- **Exercise objective**:
Compute the number of lines in the following data that include the word "kips", and output that number alone.

Items from a dataset
★ ★ ★ ★ ★

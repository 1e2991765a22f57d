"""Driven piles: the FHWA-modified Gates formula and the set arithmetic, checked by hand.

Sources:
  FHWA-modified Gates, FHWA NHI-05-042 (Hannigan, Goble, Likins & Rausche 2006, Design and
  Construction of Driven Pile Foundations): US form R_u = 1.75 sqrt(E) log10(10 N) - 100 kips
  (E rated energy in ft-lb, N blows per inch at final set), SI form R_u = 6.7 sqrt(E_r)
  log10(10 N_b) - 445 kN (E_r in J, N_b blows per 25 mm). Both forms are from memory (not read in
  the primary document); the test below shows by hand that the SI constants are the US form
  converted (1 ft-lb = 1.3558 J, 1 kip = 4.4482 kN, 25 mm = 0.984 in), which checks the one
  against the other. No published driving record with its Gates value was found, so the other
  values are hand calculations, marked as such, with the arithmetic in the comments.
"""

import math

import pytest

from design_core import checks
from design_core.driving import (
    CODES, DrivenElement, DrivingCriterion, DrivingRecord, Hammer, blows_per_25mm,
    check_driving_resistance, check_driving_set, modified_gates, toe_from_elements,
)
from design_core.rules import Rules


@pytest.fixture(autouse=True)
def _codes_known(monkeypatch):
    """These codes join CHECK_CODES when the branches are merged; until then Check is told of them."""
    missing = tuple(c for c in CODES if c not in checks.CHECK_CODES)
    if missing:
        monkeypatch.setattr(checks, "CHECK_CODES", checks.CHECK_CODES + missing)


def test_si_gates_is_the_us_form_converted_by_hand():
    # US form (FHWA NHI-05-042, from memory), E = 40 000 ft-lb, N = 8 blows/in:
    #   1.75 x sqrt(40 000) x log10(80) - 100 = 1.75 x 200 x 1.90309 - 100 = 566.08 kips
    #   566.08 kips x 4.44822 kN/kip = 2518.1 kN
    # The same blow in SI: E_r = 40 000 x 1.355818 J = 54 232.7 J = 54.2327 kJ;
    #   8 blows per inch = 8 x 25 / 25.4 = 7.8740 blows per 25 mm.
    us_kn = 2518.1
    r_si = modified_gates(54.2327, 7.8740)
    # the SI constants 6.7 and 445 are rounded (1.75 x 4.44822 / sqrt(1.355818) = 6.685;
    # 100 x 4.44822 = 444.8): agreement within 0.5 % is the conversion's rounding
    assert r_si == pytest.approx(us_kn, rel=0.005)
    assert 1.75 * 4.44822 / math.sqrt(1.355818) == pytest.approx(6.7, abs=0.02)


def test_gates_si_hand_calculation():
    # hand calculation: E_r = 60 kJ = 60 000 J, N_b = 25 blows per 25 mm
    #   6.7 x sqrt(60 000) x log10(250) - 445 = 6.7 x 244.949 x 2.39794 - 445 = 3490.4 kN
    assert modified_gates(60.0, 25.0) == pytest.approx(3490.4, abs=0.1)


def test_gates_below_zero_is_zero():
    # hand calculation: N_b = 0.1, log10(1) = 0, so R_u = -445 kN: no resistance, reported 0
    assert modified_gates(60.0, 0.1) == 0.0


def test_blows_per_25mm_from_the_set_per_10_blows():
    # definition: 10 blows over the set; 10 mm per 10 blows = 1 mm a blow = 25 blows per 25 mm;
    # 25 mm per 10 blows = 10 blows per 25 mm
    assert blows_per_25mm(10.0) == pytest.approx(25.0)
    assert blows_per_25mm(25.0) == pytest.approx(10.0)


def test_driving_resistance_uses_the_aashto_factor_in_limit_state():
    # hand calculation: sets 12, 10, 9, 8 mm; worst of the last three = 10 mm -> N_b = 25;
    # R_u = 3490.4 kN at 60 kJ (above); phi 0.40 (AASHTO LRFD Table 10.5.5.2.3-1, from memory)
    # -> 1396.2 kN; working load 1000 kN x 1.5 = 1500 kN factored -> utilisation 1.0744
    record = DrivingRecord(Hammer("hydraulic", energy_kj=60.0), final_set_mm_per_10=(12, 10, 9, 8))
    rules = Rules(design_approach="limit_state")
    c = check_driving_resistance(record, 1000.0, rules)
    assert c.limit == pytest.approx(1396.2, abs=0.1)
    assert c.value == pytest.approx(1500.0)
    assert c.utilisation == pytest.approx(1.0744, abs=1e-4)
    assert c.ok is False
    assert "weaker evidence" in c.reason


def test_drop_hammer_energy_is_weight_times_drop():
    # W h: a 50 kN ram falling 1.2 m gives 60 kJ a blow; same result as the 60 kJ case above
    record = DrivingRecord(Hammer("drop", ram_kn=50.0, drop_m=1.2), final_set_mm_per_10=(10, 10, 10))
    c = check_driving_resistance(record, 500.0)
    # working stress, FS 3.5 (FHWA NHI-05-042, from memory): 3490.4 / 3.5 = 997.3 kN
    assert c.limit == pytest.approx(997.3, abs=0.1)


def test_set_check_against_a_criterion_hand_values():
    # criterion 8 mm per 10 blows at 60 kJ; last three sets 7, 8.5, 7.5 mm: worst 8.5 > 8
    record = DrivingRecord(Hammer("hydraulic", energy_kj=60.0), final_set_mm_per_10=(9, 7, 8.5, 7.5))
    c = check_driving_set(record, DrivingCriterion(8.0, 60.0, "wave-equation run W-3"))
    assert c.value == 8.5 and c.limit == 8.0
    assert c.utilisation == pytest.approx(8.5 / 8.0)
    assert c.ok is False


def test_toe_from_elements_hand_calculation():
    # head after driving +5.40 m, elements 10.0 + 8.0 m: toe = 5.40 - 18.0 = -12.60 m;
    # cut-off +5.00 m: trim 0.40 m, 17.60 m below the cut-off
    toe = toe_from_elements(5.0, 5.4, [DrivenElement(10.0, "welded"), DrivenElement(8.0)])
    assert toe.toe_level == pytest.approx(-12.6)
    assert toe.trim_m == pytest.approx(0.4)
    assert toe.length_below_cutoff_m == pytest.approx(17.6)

★ ★ ★ ★ ★

- **Task solution**:
3